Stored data
________
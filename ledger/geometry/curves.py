"""The curves an outline is drawn with: lines, arcs of circles and ellipses, splines.

Each knows its ends, its share of an area (`sector`) and points near enough for a drawing; it needs to
know nothing of its neighbours.
"""

from __future__ import annotations

import math
from collections.abc import Iterable
from dataclasses import dataclass
from functools import lru_cache

from ledger.geometry.sectors import Point, Sector, arc_sector

# Below this bulge (tangent of a quarter of the sweep) an arc is held by its ends, not its centre.
FLAT_BULGE = 1e-3


def _finite(*values: float) -> None:
    if not all(math.isfinite(value) for value in values):
        raise ValueError("a curve must be finite")


@dataclass(frozen=True, slots=True, kw_only=True)
class Line:
    """A straight piece from `start` to `end`, metres."""

    start: Point
    end: Point

    def __post_init__(self) -> None:
        _finite(*self.start, *self.end)

    def sector(self, about: Point) -> Sector:
        """Integrals between `about` and the line: those of a triangle."""
        x0, y0 = self.start[0] - about[0], self.start[1] - about[1]
        x1, y1 = self.end[0] - about[0], self.end[1] - about[1]
        w = x0 * y1 - x1 * y0
        return Sector(
            area=w / 2.0,
            x=w * (x0 + x1) / 6.0,
            y=w * (y0 + y1) / 6.0,
            xx=w * (x0 * x0 + x0 * x1 + x1 * x1) / 12.0,
            xy=w * (x0 * (2.0 * y0 + y1) + x1 * (y0 + 2.0 * y1)) / 24.0,
            yy=w * (y0 * y0 + y0 * y1 + y1 * y1) / 12.0,
        )

    def reversed(self) -> Line:
        """The same line run the other way."""
        return Line(start=self.end, end=self.start)

    def points(self, tolerance_m: float) -> tuple[Point, ...]:  # noqa: ARG002 - one call for every curve
        """Both ends."""
        return (self.start, self.end)


@dataclass(frozen=True, slots=True, kw_only=True)
class EllipseArc:
    """Part of an ellipse: centre + major cos t + minor sin t for t from `start_param` to `end_param`.

    major_axis : vector from the centre to the end of the major axis, metres.
    ratio : minor over major; the minor axis is the major one turned a quarter anticlockwise.
    start_param, end_param : radians; the sweep is their difference and its sign the direction, never
        taken round. `ccw` makes the arc that runs anticlockwise between two parameters.
    """

    centre: Point
    major_axis: Point
    ratio: float
    start_param: float
    end_param: float

    def __post_init__(self) -> None:
        _finite(*self.centre, *self.major_axis, self.ratio, self.start_param, self.end_param)
        _checked_sweep(self.end_param - self.start_param)
        if self.ratio <= 0.0 or math.hypot(*self.major_axis) == 0.0:
            raise ValueError("an ellipse needs two axes")

    @staticmethod
    def ccw(
        centre: Point, major_axis: Point, ratio: float, start_param: float, end_param: float
    ) -> EllipseArc:
        """The arc anticlockwise from one parameter to the other; equal ones give the whole ellipse."""
        return EllipseArc(
            centre=centre,
            major_axis=major_axis,
            ratio=ratio,
            start_param=start_param,
            end_param=start_param + _turn(start_param, end_param),
        )

    @property
    def minor_axis(self) -> Point:
        """Vector from the centre to the end of the minor axis."""
        return (-self.ratio * self.major_axis[1], self.ratio * self.major_axis[0])

    def at(self, t: float) -> Point:
        """The point at a parameter."""
        (ax, ay), (bx, by) = self.major_axis, self.minor_axis
        cos, sin = math.cos(t), math.sin(t)
        return (self.centre[0] + ax * cos + bx * sin, self.centre[1] + ay * cos + by * sin)

    @property
    def start(self) -> Point:
        return self.at(self.start_param)

    @property
    def end(self) -> Point:
        return self.at(self.end_param)

    def sector(self, about: Point) -> Sector:
        """Integrals between `about` and the arc, in closed form."""
        centre = (self.centre[0] - about[0], self.centre[1] - about[1])
        return arc_sector(centre, self.major_axis, self.minor_axis, (self.start_param, self.end_param))

    def reversed(self) -> EllipseArc:
        """The same arc run the other way."""
        return EllipseArc(
            centre=self.centre,
            major_axis=self.major_axis,
            ratio=self.ratio,
            start_param=self.end_param,
            end_param=self.start_param,
        )

    def points(self, tolerance_m: float) -> tuple[Point, ...]:
        """Points whose chords stay within a tolerance of the arc."""
        radius = math.hypot(*self.major_axis) * max(1.0, self.ratio)
        sweep = self.end_param - self.start_param
        pieces = _pieces(radius, sweep, tolerance_m)
        return tuple(self.at(self.start_param + sweep * i / pieces) for i in range(pieces + 1))


@dataclass(frozen=True, slots=True, kw_only=True)
class Arc:
    """Part of a circle from `start_angle_rad` to `end_angle_rad`.

    The sweep is their difference and its sign the direction (positive anticlockwise), never taken
    round; `ccw` makes the arc that runs anticlockwise between two angles, as drawing files mean it,
    and `bulged` the one of a polyline's bulge.
    """

    centre: Point
    radius: float
    start_angle_rad: float
    end_angle_rad: float

    def __post_init__(self) -> None:
        _finite(*self.centre, self.radius, self.start_angle_rad, self.end_angle_rad)
        _checked_sweep(self.end_angle_rad - self.start_angle_rad)
        if self.radius <= 0.0:
            raise ValueError("an arc needs a radius")

    @staticmethod
    def ccw(centre: Point, radius: float, start_angle_rad: float, end_angle_rad: float) -> Arc:
        """The arc that runs anticlockwise from one angle to the other; equal ones give the whole circle."""
        return Arc(
            centre=centre,
            radius=radius,
            start_angle_rad=start_angle_rad,
            end_angle_rad=start_angle_rad + _turn(start_angle_rad, end_angle_rad),
        )

    @staticmethod
    def bulged(start: Point, end: Point, bulge: float) -> Curve:
        """The piece between two corners of a polyline with a bulge (tangent of a quarter of the sweep).

        A flat one comes as the same circle written as a rational spline, and one without a bulge as a
        line: the centre of a flat arc lies so far off that its coordinates could not hold the ends.
        """
        if bulge == 0.0:
            return Line(start=start, end=end)
        if abs(bulge) < FLAT_BULGE:
            return _flat_arc(start, end, bulge)
        dx, dy = end[0] - start[0], end[1] - start[1]
        offset = (1.0 - bulge * bulge) / (4.0 * bulge)
        centre = (
            0.5 * (start[0] + end[0]) - offset * dy,
            0.5 * (start[1] + end[1]) + offset * dx,
        )
        radius = math.hypot(dx, dy) * (1.0 + bulge * bulge) / (4.0 * abs(bulge))
        first = math.atan2(start[1] - centre[1], start[0] - centre[0])
        return Arc(
            centre=centre, radius=radius, start_angle_rad=first, end_angle_rad=first + 4.0 * math.atan(bulge)
        )

    def at(self, angle_rad: float) -> Point:
        """The point at an angle."""
        return (
            self.centre[0] + self.radius * math.cos(angle_rad),
            self.centre[1] + self.radius * math.sin(angle_rad),
        )

    @property
    def start(self) -> Point:
        return self.at(self.start_angle_rad)

    @property
    def end(self) -> Point:
        return self.at(self.end_angle_rad)

    def sector(self, about: Point) -> Sector:
        """Integrals between `about` and the arc, in closed form."""
        centre = (self.centre[0] - about[0], self.centre[1] - about[1])
        sweep = (self.start_angle_rad, self.end_angle_rad)
        return arc_sector(centre, (self.radius, 0.0), (0.0, self.radius), sweep)

    def reversed(self) -> Arc:
        """The same arc run the other way."""
        return Arc(
            centre=self.centre,
            radius=self.radius,
            start_angle_rad=self.end_angle_rad,
            end_angle_rad=self.start_angle_rad,
        )

    def points(self, tolerance_m: float) -> tuple[Point, ...]:
        """Points whose chords stay within a tolerance of the arc."""
        sweep = self.end_angle_rad - self.start_angle_rad
        pieces = _pieces(self.radius, sweep, tolerance_m)
        return tuple(self.at(self.start_angle_rad + sweep * i / pieces) for i in range(pieces + 1))


def _flat_arc(start: Point, end: Point, bulge: float) -> Spline:
    """An arc of less than half a turn by its ends and the point where their tangents meet."""
    out = bulge / (1.0 - bulge * bulge)
    dx, dy = end[0] - start[0], end[1] - start[1]
    apex = (0.5 * (start[0] + end[0]) + out * dy, 0.5 * (start[1] + end[1]) - out * dx)
    middle = (1.0 - bulge * bulge) / (1.0 + bulge * bulge)
    return Spline(
        degree=2,
        knots=(0.0, 0.0, 0.0, 1.0, 1.0, 1.0),
        control_points=(start, apex, end),
        weights=(1.0, middle, 1.0),
    )


def _checked_sweep(sweep: float) -> None:
    if sweep == 0.0 or abs(sweep) > 2.0 * math.pi * (1.0 + 1e-12):
        raise ValueError("an arc sweeps more than nothing and at most once round")


def _turn(start: float, end: float) -> float:
    """The anticlockwise sweep from one angle to another, in (0, 2 pi]."""
    sweep = math.fmod(end - start, 2.0 * math.pi)
    return sweep if sweep > 0.0 else sweep + 2.0 * math.pi


def _pieces(radius: float, sweep: float, tolerance_m: float) -> int:
    if not tolerance_m > 0.0:
        raise ValueError("a tolerance must be above 0")
    step = 2.0 * math.acos(max(0.5, 1.0 - tolerance_m / radius))
    return max(2, math.ceil(abs(sweep) / max(step, 1e-5)))


GAUSS_POINTS = 16
# A rational piece is no polynomial, so each of its spans is cut in this many for the quadrature.
RATIONAL_PIECES = 4


@dataclass(frozen=True, slots=True, kw_only=True)
class Spline:
    """A B-spline, rational where it has weights.

    degree : at least 1.
    knots : n + degree + 1 numbers that never fall.
    control_points : n points, metres.
    weights : n numbers above 0, or None for all equal.
    Runs from knots[degree] to knots[n].
    """

    degree: int
    knots: tuple[float, ...]
    control_points: tuple[Point, ...]
    weights: tuple[float, ...] | None = None

    def __post_init__(self) -> None:
        count = len(self.control_points)
        _finite(*self.knots, *(value for point in self.control_points for value in point))
        if self.degree < 1 or count <= self.degree or len(self.knots) != count + self.degree + 1:
            raise ValueError("a spline needs as many knots as control points, its degree and one")
        if any(later < earlier for earlier, later in zip(self.knots, self.knots[1:], strict=False)):
            raise ValueError("the knots of a spline never fall")
        if not self.knots[self.degree] < self.knots[count]:
            raise ValueError("a spline needs a span of knots")
        if self.weights is not None:
            _finite(*self.weights)
            if len(self.weights) != count or min(self.weights) <= 0.0:
                raise ValueError("a spline needs one weight above 0 for each control point")

    def at(self, parameters: Iterable[float]) -> tuple[Point, ...]:
        """Points at parameters."""
        from ledger.geometry.splines import evaluate

        points, _ = evaluate(self, tuple(parameters))
        return tuple((float(x), float(y)) for x, y in points)

    @property
    def start(self) -> Point:
        return _spline_ends(self)[0]

    @property
    def end(self) -> Point:
        return _spline_ends(self)[1]

    def sector(self, about: Point) -> Sector:
        """Integrals between `about` and the curve, by Gauss's rule on each span of knots.

        Sixteen points are exact for polynomial pieces up to degree eight.
        """
        from ledger.geometry.splines import sector_of

        return sector_of(self, about, GAUSS_POINTS, RATIONAL_PIECES if self.weights else 1)

    def reversed(self) -> Spline:
        """The same curve run the other way."""
        top = self.knots[0] + self.knots[-1]
        return Spline(
            degree=self.degree,
            knots=tuple(top - knot for knot in reversed(self.knots)),
            control_points=tuple(reversed(self.control_points)),
            weights=None if self.weights is None else tuple(reversed(self.weights)),
        )

    def points(self, tolerance_m: float) -> tuple[Point, ...]:
        """Points whose chords stay within a tolerance of the curve."""
        from ledger.geometry.splines import flat_points

        return flat_points(self, tolerance_m)


@lru_cache(maxsize=256)
def _spline_ends(spline: Spline) -> tuple[Point, Point]:
    first, last = spline.at((spline.knots[spline.degree], spline.knots[len(spline.control_points)]))
    return first, last


Curve = Line | Arc | EllipseArc | Spline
________
What the task requires
Looking at the entries above, copy out every line in which "geometry" occurs.

Worked solution
filename ledger/geometry/curves.py
from ledger.geometry.sectors import Point, Sector, arc_sector
        from ledger.geometry.splines import evaluate
        from ledger.geometry.splines import sector_of
        from ledger.geometry.splines import flat_points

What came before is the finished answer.